Dataset entries:
*** Block opens ***
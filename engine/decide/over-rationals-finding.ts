import type { Expression } from '../expression/expression';
import { zeroExpression } from '../ring/write-word';
import type { Finding } from './finding';
import type { MapName } from './outcome';

/** The canonical form over ℚ of a side of what is compared, in this degree. */
export type WriteSide = (side: 0 | 1, degree: number) => Expression;

/** Where two classes of K^MW_*(ℚ) come from: a map at a place of ℚ(t), whose values lie `shift` degrees lower. */
export interface OverRationals {
  readonly map: MapName;
  readonly place: string;
  readonly shift: number;
  readonly write: WriteSide;
}

/** Puts what decides over ℚ together, one finding for each degree of the statement; written on demand. */
export function overRationals(origin: OverRationals, parts: readonly Finding[]): readonly Finding[] {
  const byDegree = new Map<number, Finding[]>();
  for (const part of parts) {
    const here = byDegree.get(part.degree);
    if (here === undefined) byDegree.set(part.degree, [part]);
    else here.push(part);
  }
  return [...byDegree].map(([own, here]) => new OverRationalsFinding(origin, own, here));
}

class OverRationalsFinding implements Finding {
  constructor(
    private readonly origin: OverRationals,
    private readonly own: number,
    private readonly parts: readonly Finding[],
  ) {}

  get map(): MapName {
    return this.origin.map;
  }
  get place(): string {
    return this.origin.place;
  }
  get degree(): number {
    return this.own + this.origin.shift;
  }
  get same(): boolean {
    return this.parts.every(({ same }) => same);
  }
  get zero(): boolean {
    return this.parts.every(({ zero }) => zero);
  }
  get sameModEta(): boolean {
    return this.parts.every(({ sameModEta }) => sameModEta);
  }
  get sameModH(): boolean {
    return this.parts.every(({ sameModH }) => sameModH);
  }
  left(): Expression {
    return this.written(0);
  }
  right(): Expression {
    return this.written(1);
  }
  target(): string {
    return `K^{\\mathrm{MW}}_{${this.own}}(\\mathbb{Q})`;
  }
  reason(): string {
    const part = this.parts.find(({ same }) => !same);
    if (part === undefined) return '';
    const { place } = part;
    const where = place === undefined ? '' : place === 'real' ? ', at the real place' : `, at ${place}`;
    const reason = part.reason();
    return `Over Q${where}: ${reason.charAt(0).toLowerCase()}${reason.slice(1)}`;
  }
  private written(side: 0 | 1): Expression {
    return this.zero ? zeroExpression : this.origin.write(side, this.own);
  }
}
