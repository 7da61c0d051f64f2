import { Refusal } from '../expression/refusal';
import type { NumberField } from '../field/number-field';
import { total } from '../ring/write-word';
import { checkConcreteConditions } from './concrete-conditions';
import type { DecidableField } from './decidable-field';
import { NumberArithmetic } from './number-arithmetic';
import { numberFindings } from './number-findings';
import { numberStatement } from './number-statement';
import { NumberValue } from './number-value';
import { numberWords, writeWords } from './number-writing';

/** A number field: complete but for degree 2, where K_2 is seen modulo squares and by tame symbols, and by proofs that it is 0. */
export function decidableNumberField(field: NumberField): DecidableField {
  const { name, tex } = field;
  return {
    name,
    tex,
    decide(left, right, conditions, budget) {
      checkConcreteConditions(field, conditions, budget);
      const classes = numberStatement(field, [left, right], budget);
      const arithmetic = new NumberArithmetic(field, classes.generators, budget);
      return { ...numberFindings({ map: 'class', shift: 0 }, classes, arithmetic, budget), theorem: THEOREM };
    },
    normalForm(expression, conditions, budget) {
      checkConcreteConditions(field, conditions, budget);
      const classes = numberStatement(field, [expression], budget);
      const [terms = []] = classes.sides;
      const arithmetic = new NumberArithmetic(field, classes.generators, budget);
      const value = new NumberValue(classes, arithmetic, terms, budget);
      return classes.degrees(terms).flatMap((degree) => {
        const words = numberWords(value, degree, classes, arithmetic);
        if (words.length === 0) return [];
        return [{ degree, normalForm: total([writeWords(words, (a) => field.write(a))]), canonical: false }];
      });
    },
    derivation: () => undefined,
    sideConditions: () => [],
    residues() {
      throw new Refusal(
        'not-yet',
        `Residues at the primes of a number field such as ${name} are not offered yet. Choose Q or a field of rational functions.`,
      );
    },
  };
}

const THEOREM =
  'Over a number field the product of entries sees K_1 and rank, discriminant, signatures and Hilbert symbols see the Witt ring ' +
  '(Hasse–Minkowski: T. Y. Lam, Introduction to Quadratic Forms over Fields, VI.3, number from memory); from degree 3 on signatures see everything ' +
  '(H. Bass, J. Tate, The Milnor ring of a global field, Theorem II.2.1, number from memory). ' +
  'In degree 2 tame symbols are compared and a proof by Steinberg relations is looked for. Together by the pull-back theorem (F. Morel, ' +
  'Comment. Math. Helv. 79, 2004).';
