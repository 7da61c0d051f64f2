import type { Budget } from '../arith/budget';
import { bitLength } from '../arith/bits';
import { negateInt } from '../arith/int';
import { integerElement } from '../expression/element';
import { symbol, type Expression } from '../expression/expression';
import { Refusal } from '../expression/refusal';
import { rationals, type Rational } from '../field/rational';
import { exponentMap, type RationalEntry } from '../place/rational-entry';
import { see, type BaseElement } from '../place/sight';
import { evaluate } from '../ring/evaluate';
import type { GradedRing } from '../ring/graded-ring';
import { productRing, type ProductClass } from '../ring/product-ring';
import { minusOneElement, multiple, symbolFactors, total } from '../ring/write-word';
import type { Finding } from './finding';
import type { RationalStatement } from './rational-statement';

/** Products up to this many binary digits are written as one number, larger ones by their factors. */
const WRITTEN_BITS = 4096n;

/** A product past this size is not written out: 10⁵ digits. */
const LARGEST_BITS = 332_193n;

const productsRing = (): GradedRing<RationalEntry, ProductClass> =>
  productRing((entry) => ({ negative: entry.negative, exponents: exponentMap(entry) }));

/** The classes in K^M_1 of the sides of a statement with rational entries, and the base their exponents belong to. */
export function productClasses(
  { sides, entries }: RationalStatement,
  budget: Budget,
): { readonly base: readonly BaseElement[]; readonly products: readonly (ProductClass | undefined)[] } {
  const base = see(entries, 'none', budget);
  const ring = productsRing();
  return { base, products: sides.map((terms) => evaluate(terms, ring, budget).get(1)) };
}

/** Degree 1 modulo η: the products of the entries in F^×, F a field with exactly the rational numbers as entries. */
export function productFinding(statement: RationalStatement, target: string, budget: Budget): Finding {
  const { base, products } = productClasses(statement, budget);
  const [left, right] = products;
  const ring = productsRing();
  const same = left === undefined || right === undefined ? left === right : ring.equal(1, left, right);
  return {
    map: 'product',
    degree: 1,
    same,
    zero: left === undefined && right === undefined,
    sameModEta: same,
    sameModH: true,
    left: () => writeProduct(base, left),
    right: () => writeProduct(base, right),
    target: () => target,
    reason: () => 'The products of the entries are different numbers.',
  };
}

function writeProduct(base: readonly BaseElement[], value: ProductClass | undefined): Expression {
  if (value === undefined || value.kind === 'integer') return total([]);
  if (sizeOf(base, value) <= WRITTEN_BITS) return symbol([rationals.write(productValue(base, value))]);
  const words = [...value.exponents].map(([i, e]) =>
    multiple(BigInt(e), [symbol([integerElement(base[i]?.value ?? 1n)])]),
  );
  return total(value.sign === 0 ? words : [...symbolFactors(minusOneElement, 1), ...words]);
}

/** The rational number a class of K^M_1 stands for; refused when it is too long to write. */
export function productValue(base: readonly BaseElement[], value: ProductClass | undefined): Rational {
  if (value === undefined || value.kind === 'integer') return rationals.one;
  if (sizeOf(base, value) > LARGEST_BITS)
    throw new Refusal('size', 'The product of the entries has more than 100 000 digits. Use smaller coefficients.');
  let [num, den] = [value.sign === 0 ? 1n : -1n, 1n];
  for (const [i, e] of value.exponents) {
    const b = base[i]?.value ?? 1n;
    if (e > 0) num *= b ** BigInt(e);
    else den *= b ** BigInt(negateInt(e));
  }
  return { num, den };
}

/** An upper bound for the binary digits of the product, to compare with the limits above. */
function sizeOf(base: readonly BaseElement[], value: ProductClass & { kind: 'unit' }): bigint {
  let bits = 0n;
  for (const [i, e] of value.exponents)
    bits += BigInt(e < 0 ? negateInt(e) : e) * BigInt(bitLength(base[i]?.value ?? 1n));
  return bits;
}
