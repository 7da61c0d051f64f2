import type { ResidueClass } from '../ring/residue-class-ring';

/** Why two different classes of K^MW_m of a finite field differ, as a sentence; `where` reads "modulo 7". */
export function residueReason(
  degree: number,
  left: ResidueClass<unknown> | undefined,
  right: ResidueClass<unknown> | undefined,
  where: string,
): string {
  const [l, r] = [left?.rank ?? 0, right?.rank ?? 0];
  if (degree === 1) return `The two units differ ${where}.`;
  if (degree === 0 && l !== r) return `The ranks are ${l} and ${r}.`;
  if (degree === 0) return `Both have rank ${l}, but their discriminants differ by a non-square ${where}.`;
  return `They are different classes in the Witt ring ${where}.`;
}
*** Block closes ***
Look through the entries above and quote exactly the lines from the line with "readonly shift: number;" to the line with "const byDegree = new", counting both of those lines.

[FINISHED EXERCISE]
  readonly shift: number;
  readonly write: WriteSide;
}

/** Puts what decides over ℚ together, one finding for each degree of the statement; written on demand. */
export function overRationals(origin: OverRationals, parts: readonly Finding[]): readonly Finding[] {
  const byDegree = new Map<number, Finding[]>();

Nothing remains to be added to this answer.